You are given a 2D array of axis-aligned rectangles. Each rectangle[i] = [xi1, yi1, xi2, yi2] denotes the ith rectangle where (xi1, yi1) are the coordinates of the bottom-left corner, and (xi2, yi2) are the coordinates of the top-right corner.

Calculate the total area covered by all rectangles in the plane.

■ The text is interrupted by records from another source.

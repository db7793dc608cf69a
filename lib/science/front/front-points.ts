import type { TraceCrossing } from "@/lib/science/front/crossing";
import type { CrossingSpread } from "@/lib/science/front/replicate-crossings";
import { median } from "@/lib/science/stats/quantiles";

/** The points that enter the fits, `[point]` in the order of the traces. */
export interface FrontPoints {
  /** Index of the point's trace. */
  trace: Int32Array;
  distance: Float64Array;
  time_us: Float64Array;
  /** σ_j */
  error_us: Float64Array;
  /** σ'_j = √(σ_j² + median(σ)²): σ_j is itself noisy, and bare weights let a lucky small one decide the fit. */
  softened_us: Float64Array;
  /** `[point][point]`, µs²: the joint covariance of the crossing times for generalised least squares; null for independent points. */
  covariance: Float64Array | null;
}

export const LEAST_POINTS = 3;

/** Returns the softened errors √(σ_j² + median(σ)²) of the points used. */
export function softenErrors(error_us: Float64Array): Float64Array {
  const middle = median(error_us);
  return error_us.map((error) => Math.hypot(error, middle));
}

/** Returns why a crossing cannot enter a fit, in words for the reader; null when it can. */
export function whyNotFitted(distance: number, crossing: TraceCrossing, spread: CrossingSpread): string | null {
  if (crossing.status === "unresolved") return "The largest signal is too weak against its error bar.";
  if (crossing.status === "no-crossing") return "The signal does not reach the level within the window.";
  if (crossing.status === "at-start") return "The signal is already at the level at the first time.";
  if (!(distance > 0)) return "The distance is zero.";
  if (Number.isNaN(spread.error_us)) return "Too few replicates cross the level to give the time an error bar.";
  if (!(spread.error_us > 0)) return "All replicates cross at the same time, so the error bar is zero.";
  return null;
}

/** Returns the points of the given traces, with softened errors. */
export function frontPointsOf(
  used: number[],
  distances: Float64Array,
  crossings: TraceCrossing[],
  spreads: CrossingSpread[],
): FrontPoints {
  const error_us = Float64Array.from(used, (j) => spreads[j].error_us);
  return {
    trace: Int32Array.from(used),
    distance: Float64Array.from(used, (j) => distances[j]),
    time_us: Float64Array.from(used, (j) => crossings[j].time_us),
    error_us,
    softened_us: used.length > 0 ? softenErrors(error_us) : error_us,
    covariance: null,
  };
}

/** Returns some of the points, by their place among the given ones, with the weights they had among all. */
export function chosenPoints(points: FrontPoints, chosen: readonly number[]): FrontPoints {
  return {
    trace: Int32Array.from(chosen, (p) => points.trace[p]),
    distance: Float64Array.from(chosen, (p) => points.distance[p]),
    time_us: Float64Array.from(chosen, (p) => points.time_us[p]),
    error_us: Float64Array.from(chosen, (p) => points.error_us[p]),
    softened_us: Float64Array.from(chosen, (p) => points.softened_us[p]),
    covariance: points.covariance && submatrix(points.covariance, points.trace.length, chosen),
  };
}

/** Returns rows and columns `chosen` of a square matrix. */
export function submatrix(matrix: Float64Array, size: number, chosen: ArrayLike<number>): Float64Array {
  const part = new Float64Array(chosen.length * chosen.length);
  for (let row = 0; row < chosen.length; row++) {
    for (let column = 0; column < chosen.length; column++) part[row * chosen.length + column] = matrix[chosen[row] * size + chosen[column]];
  }
  return part;
}

/** Returns why these distances allow no fit of two parameters, or null. */
export function whyNoFit(distance: Float64Array): string | null {
  if (distance.length < LEAST_POINTS) {
    return `A fit needs at least ${LEAST_POINTS} resolved points with an error bar; there ${distance.length === 1 ? "is" : "are"} ${distance.length}.`;
  }
  if (!hasTwoDistances(distance)) return "All resolved points lie at the same distance.";
  return null;
}

function hasTwoDistances(distance: Float64Array): boolean {
  return distance.some((d) => Math.abs(d - distance[0]) > SAME_DISTANCE);
}

/** Distances closer than this are the same distance. */
export const SAME_DISTANCE = 1e-6;
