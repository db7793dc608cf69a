import { fitWeightedLine, fitWeightedLineThroughOrigin } from "@/lib/science/stats/least-squares";

/** τ = offset + slope · d; standard errors of the weighted fit, not rescaled by χ²/dof. */
export interface LinearFrontFit {
  /** t₀ in µs, exactly 0 through the origin. */
  offset: number;
  /** 1/v in µs per site. */
  slope: number;
  /** NaN through the origin, where the offset is no parameter. */
  offsetError: number;
  slopeError: number;
}

/**
 * Returns the straight front by least squares in τ with weights 1/σ'², all arrays `[point]`, times in µs.
 * NaN where the points do not determine it.
 */
export function fitLinearFront(
  distance: Float64Array,
  time_us: Float64Array,
  softened_us: Float64Array,
  throughOrigin: boolean,
): LinearFrontFit {
  const weights = softened_us.map((error) => 1 / (error * error));
  if (throughOrigin) {
    const { slope, slopeError } = fitWeightedLineThroughOrigin(distance, time_us, weights);
    return { offset: 0, slope, offsetError: NaN, slopeError };
  }
  const { intercept, slope, interceptError, slopeError } = fitWeightedLine(distance, time_us, weights);
  return { offset: intercept, slope, offsetError: interceptError, slopeError };
}
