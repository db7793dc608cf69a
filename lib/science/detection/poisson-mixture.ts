import { tallyCounts, type CountTally } from "@/lib/science/detection/count-tally";
import { climbByEm, climbByNewton, type AscentResult } from "@/lib/science/detection/poisson-mixture-ascent";
import {
  mixtureDerivatives,
  mixtureLogLikelihood,
  singleLogLikelihood,
  type MixtureParameters,
} from "@/lib/science/detection/poisson-mixture-likelihood";
import { mixtureStarts } from "@/lib/science/detection/poisson-mixture-starts";
import { invertPositiveDefinite } from "@/lib/science/stats/cholesky";

/** Two components, with the maximum likelihood and standard errors from the observed information. */
export interface TwoComponents extends MixtureParameters {
  kind: "two-components";
  /** Standard errors; `dark` is 0 where the dark rate is 0, the edge of its range. */
  darkError: number;
  brightError: number;
  brightWeightError: number;
  shots: number;
  logLikelihood: number;
  /** Log likelihood gained over one Poisson law. */
  gain: number;
  iterations: number;
}

/** Why a site's counts show one component only. */
export type SingleReason = "no-shots" | "all-zero" | "all-equal" | "one-component";

/** One component: nothing is known of the other, so no rate is made up for it. */
export interface OneComponent {
  kind: "one-component";
  reason: SingleReason;
  /** Mean count; NaN without shots. */
  rate: number;
  shots: number;
}

const CLIMBED = 3;

/**
 * Returns the maximum-likelihood two-component Poisson mixture of `frequencies[count]` (counts from 0), by EM from
 * several starts and Newton steps to rounding; labels are ordered, dark < bright. It counts as two components
 * only when BIC prefers it to one Poisson law, 2 · gain > 2 ln shots: the likelihood ratio is not χ² here, and BIC
 * finds the number of components consistently (Keribin 2000).
 */
export function fitPoissonMixture(frequencies: ArrayLike<number>): TwoComponents | OneComponent {
  const tally = tallyCounts(frequencies);
  const trivial = trivialReason(tally);
  if (trivial !== null) return oneComponent(tally, trivial);
  const best = climb(tally);
  const single = singleLogLikelihood(tally);
  if (best === null || !(best.logLikelihood - single > Math.log(tally.shots))) {
    return oneComponent(tally, "one-component");
  }
  const errors = standardErrors(tally, best.parameters);
  if (errors === null) return oneComponent(tally, "one-component");
  return {
    kind: "two-components",
    ...best.parameters,
    ...errors,
    shots: tally.shots,
    logLikelihood: best.logLikelihood,
    gain: best.logLikelihood - single,
    iterations: best.iterations,
  };
}

function oneComponent(tally: CountTally, reason: SingleReason): OneComponent {
  return { kind: "one-component", reason, rate: tally.mean, shots: tally.shots };
}

function trivialReason(tally: CountTally): SingleReason | null {
  if (tally.counts.length === 0) return "no-shots";
  if (tally.counts.length > 1) return null;
  return tally.counts[0] === 0 ? "all-zero" : "all-equal";
}

function climb(tally: CountTally): AscentResult | null {
  const byLikelihood = (a: AscentResult, b: AscentResult) => b.logLikelihood - a.logLikelihood;
  const promising = mixtureStarts(tally)
    .map((start) => climbByEm(tally, start))
    .sort(byLikelihood)
    .slice(0, CLIMBED);
  const results = promising.map((start) => ordered(climbByNewton(tally, start)));
  const silent = fitSilentDark(tally);
  const best = results.sort(byLikelihood).at(0) ?? null;
  if (silent === null || (best !== null && best.converged && best.logLikelihood > silent.logLikelihood)) return best;
  const rounding = 1e-12 * Math.abs(silent.logLikelihood);
  return best !== null && best.logLikelihood > silent.logLikelihood + rounding ? best : silent;
}

function ordered(result: AscentResult): AscentResult {
  const { dark, bright, brightWeight } = result.parameters;
  if (dark <= bright) return result;
  return { ...result, parameters: { dark: bright, bright: dark, brightWeight: 1 - brightWeight } };
}

/**
 * Returns the best mixture whose dark shots never count, dark = 0: the edge that steps in ln dark cannot reach.
 * There bright/(1 − e^(−bright)) is the mean of the counts above 0. Null when no such mixture exists.
 */
function fitSilentDark(tally: CountTally): AscentResult | null {
  const zeros = tally.counts[0] === 0 ? tally.frequencies[0] : 0;
  const positive = (tally.mean * tally.shots) / (tally.shots - zeros);
  if (zeros === 0 || !(positive > 1 + 1e-9)) return null;
  let bright = positive;
  for (let step = 0; step < 200; step++) {
    const seen = -Math.expm1(-bright);
    const slope = (seen - bright * Math.exp(-bright)) / (seen * seen);
    const next = Math.max(bright - (bright / seen - positive) / slope, 0.1 * bright);
    if (Math.abs(next - bright) <= 1e-15 * bright) break;
    bright = next;
  }
  const brightWeight = (1 - zeros / tally.shots) / -Math.expm1(-bright);
  if (!(brightWeight < 1)) return null;
  const parameters = { dark: 0, bright, brightWeight };
  return { parameters, logLikelihood: mixtureLogLikelihood(tally, parameters), iterations: 0, converged: true };
}

type MixtureErrors = Pick<TwoComponents, "darkError" | "brightError" | "brightWeightError">;

function standardErrors(tally: CountTally, parameters: MixtureParameters): MixtureErrors | null {
  const { dark, bright, brightWeight } = parameters;
  const { information } = mixtureDerivatives(tally, parameters);
  // With dark = 0 its logarithm is no parameter and its row is zero: a unit in its place leaves the others alone.
  if (dark === 0) information[0] = 1;
  const covariance = invertPositiveDefinite(information, 3);
  if (covariance === null) return null;
  return {
    darkError: dark * Math.sqrt(covariance[0]),
    brightError: bright * Math.sqrt(covariance[4]),
    brightWeightError: brightWeight * (1 - brightWeight) * Math.sqrt(covariance[8]),
  };
}
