import { crossingCovariance } from "@/lib/science/front/crossing-covariance";
import { influenceOf } from "@/lib/science/front/influence";
import { compareFits } from "@/lib/science/front/comparison";
import { findCrossing, type TraceCrossing } from "@/lib/science/front/crossing";
import { createCrossingScratch } from "@/lib/science/front/crossing-kernel";
import { frontCurve, linearTime_us, powerLawTime_us } from "@/lib/science/front/front-curves";
import { frontPointsOf, whyNoFit, whyNotFitted, type FrontPoints } from "@/lib/science/front/front-points";
import type { FrontPoint, FrontResult, NoFit } from "@/lib/science/front/front-result";
import { DEFAULT_FRONT_FIT_OPTIONS, type FrontFitOptions, type FrontRule } from "@/lib/science/front/front-rule";
import { frontWarnings } from "@/lib/science/front/front-warnings";
import { linearFrontOf } from "@/lib/science/front/linear-front";
import { finiteOrNull } from "@/lib/science/front/parameter";
import { powerLawFrontOf } from "@/lib/science/front/power-law-front";
import { replicateCrossings, spreadOfCrossings, type CrossingSpread } from "@/lib/science/front/replicate-crossings";
import type { TraceSet } from "@/lib/science/front/trace-set";
import { velocityOf } from "@/lib/science/front/velocity";
import { judgeFront } from "@/lib/science/front/verdict";
import { isStillRising, windowEvidence } from "@/lib/science/front/window-evidence";

/** A front with the replicates behind it. */
export interface FrontAnalysis {
  front: FrontResult;
  /** `[trace][replicate]`, µs, NaN where a replicate has no crossing. */
  tauReplicates: Float64Array;
}

/**
 * Returns the crossing times of the traces, both front fits, their comparison, the verdict of the full-pipeline
 * bootstrap and the velocities. Without replicates there are crossing times, but no error bars and no fit.
 */
export function analyseFront(
  traces: TraceSet,
  rule: FrontRule,
  options: FrontFitOptions = DEFAULT_FRONT_FIT_OPTIONS,
): FrontAnalysis {
  const crossings = crossingsOf(traces, rule);
  const levels = Float64Array.from(crossings, (crossing) => crossing.level);
  const tau = replicateCrossings(traces, rule, levels);
  const count = traces.replicateCount;
  const spreads = crossings.map((_, j) => spreadOfCrossings(tau.subarray(j * count, (j + 1) * count)));
  const reasons = crossings.map((crossing, j) => whyNotFitted(traces.distances[j], crossing, spreads[j]));
  const points = crossings.map((crossing, j) => frontPoint(traces, j, crossing, spreads[j], reasons[j] === null));
  return { front: frontOf(traces, rule, options, { crossings, spreads, reasons, points, tau }), tauReplicates: tau };
}

/** Returns the crossing of every trace, without error bars. */
export function crossingsOf(traces: TraceSet, rule: FrontRule): TraceCrossing[] {
  const scratch = createCrossingScratch(traces.times_us.length);
  return traces.labels.map((_, j) => findCrossing(traces, j, rule, scratch));
}

interface Crossings {
  crossings: TraceCrossing[];
  spreads: CrossingSpread[];
  reasons: (string | null)[];
  points: FrontPoint[];
  tau: Float64Array;
}

function frontOf(traces: TraceSet, rule: FrontRule, options: FrontFitOptions, found: Crossings): FrontResult {
  const { crossings, spreads, reasons, points, tau } = found;
  const count = traces.replicateCount;
  const used = Array.from(reasons.keys()).filter((j) => reasons[j] === null);
  const { fitted, noFit } = pointsToFit(frontPointsOf(used, traces.distances, crossings, spreads), tau, count, options);
  const linear = noFit === null ? linearFrontOf(fitted, tau, count, options.throughOrigin) : null;
  const attempt = noFit === null ? powerLawFrontOf(fitted, tau, count, options.powerLawIn) : { reason: noFit };
  const powerLaw = "reason" in attempt ? null : attempt;
  const noPowerLaw = "reason" in attempt ? attempt.reason : "";
  const noLinear: NoFit = { reason: noFit ?? "" };
  const isInside = crossings.map(({ peakTimeIndex }, j) => !isStillRising(traces, j, peakTimeIndex));
  return {
    points,
    linear: linear?.front ?? noLinear,
    powerLaw: powerLaw?.front ?? { reason: noPowerLaw },
    comparison: compareFits(linear?.front ?? null, powerLaw?.front ?? null),
    ...judgeFront(powerLaw?.front ?? null, noPowerLaw, powerLaw && windowEvidence(fitted, isInside, tau, count, options.powerLawIn)),
    velocity: velocityOf(fitted, tau, count, linear, powerLaw),
    warnings: frontWarnings(points, rule, count, powerLaw?.replicates.fitted ?? null),
    unresolved: points.flatMap(({ label, distance, status }, j) => {
      const reason = reasons[j];
      return reason === null ? [] : [{ label, distance, status, reason }];
    }),
    influence: powerLaw === null ? [] : influenceOf(fitted, traces.labels, options, powerLaw.front.gamma),
    failedFitShare: powerLaw === null || count === 0 ? null : 1 - powerLaw.front.replicatesFitted / count,
    curves: {
      linear: linear === null ? null : frontCurve(fitted, linear, linearTime_us),
      powerLaw: powerLaw === null ? null : frontCurve(fitted, powerLaw, powerLawTime_us),
    },
  };
}

/** The points with the weights they are asked to have, or why they allow no fit. */
function pointsToFit(fitted: FrontPoints, tau: Float64Array, count: number, { covariance }: FrontFitOptions): { fitted: FrontPoints; noFit: string | null } {
  const noFit = whyNoFit(fitted.distance);
  if (noFit !== null || covariance === "diagonal") return { fitted, noFit };
  const joint = crossingCovariance(fitted.trace, tau, count);
  return "reason" in joint ? { fitted, noFit: joint.reason } : { fitted: { ...fitted, covariance: joint }, noFit: null };
}

function frontPoint(
  traces: TraceSet,
  trace: number,
  crossing: TraceCrossing,
  spread: CrossingSpread,
  fitted: boolean,
): FrontPoint {
  const { status, time_us, level, warnings } = crossing;
  return {
    label: traces.labels[trace],
    distance: traces.distances[trace],
    time_us: status === "unresolved" ? null : finiteOrNull(time_us),
    error_us: finiteOrNull(spread.error_us),
    low_us: finiteOrNull(spread.low_us),
    high_us: finiteOrNull(spread.high_us),
    status,
    failedShare: finiteOrNull(spread.failedShare),
    level: finiteOrNull(level),
    fitted,
    warnings,
  };
}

Any area covered by two or more rectangles should only be counted once.

Return **the *total area***. Since the answer may be too large, return it *modulo* 10^9 + 7.

  Example 1:

Input: rectangles = [[0,0,2,2],[1,0,2,3],[1,0,3,1]]
Output: 6
Explanation: A total area of 6 is covered by all three rectangles, as illustrated in the picture.
From (1,1) to (2,2), the green and red rectangles overlap.
From (1,0) to (2,3), all three rectangles overlap.

Example 2:

Input: rectangles = [[0,0,1000000000,1000000000]]
Output: 49
Explanation: The answer is 1018 modulo (10^9 + 7), which is 49.

  Constraints:

• 1 <= rectangles.length <= 200

• rectanges[i].length == 4

• 0 <= xi1, yi1, xi2, yi2 <= 10^9

Solution

class Solution {
    public int rectangleArea(int[][] rectangles) {
        List<int[]> memo = new ArrayList<>();
        for (int[] rectangle : rectangles) {
            helper(0, rectangle, memo);
        }

        long res = 0;
        final int mod = (int) (1e9 + 7);
        for (int[] m : memo) {
            res = (res + (long) (m[2] - m[0]) * (long) (m[3] - m[1])) % mod;
        }

        return (int) res;
    }

    private void helper(int id, int[] rectangle, List<int[]> memo) {
        if (id >= memo.size()) {
            memo.add(rectangle);
            return;
        }

        int[] cur = memo.get(id);

        if (rectangle[2] <= cur[0]
                || rectangle[0] >= cur[2]
                || rectangle[1] >= cur[3]
                || rectangle[3] <= cur[1]) {
            helper(id + 1, rectangle, memo);
            return;
        }

        if (rectangle[0] < cur[0]) {
            helper(id + 1, new int[] {rectangle[0], rectangle[1], cur[0], rectangle[3]}, memo);
        }

        if (rectangle[2] > cur[2]) {
            helper(id + 1, new int[] {cur[2], rectangle[1], rectangle[2], rectangle[3]}, memo);
        }

        if (rectangle[1] < cur[1]) {
            helper(
                    id + 1,
                    new int[] {
                        Math.max(rectangle[0], cur[0]),
                        rectangle[1],
                        Math.min(rectangle[2], cur[2]),
                        cur[1]
                    },
                    memo);
        }

        if (rectangle[3] > cur[3]) {
            helper(
                    id + 1,
                    new int[] {
                        Math.max(rectangle[0], cur[0]),
                        cur[3],
                        Math.min(rectangle[2], cur[2]),
                        rectangle[3]
                    },
                    memo);
        }
    }
}

Explain:

nope.

Complexity:

• Time complexity : O(n).
• Space complexity : O(n).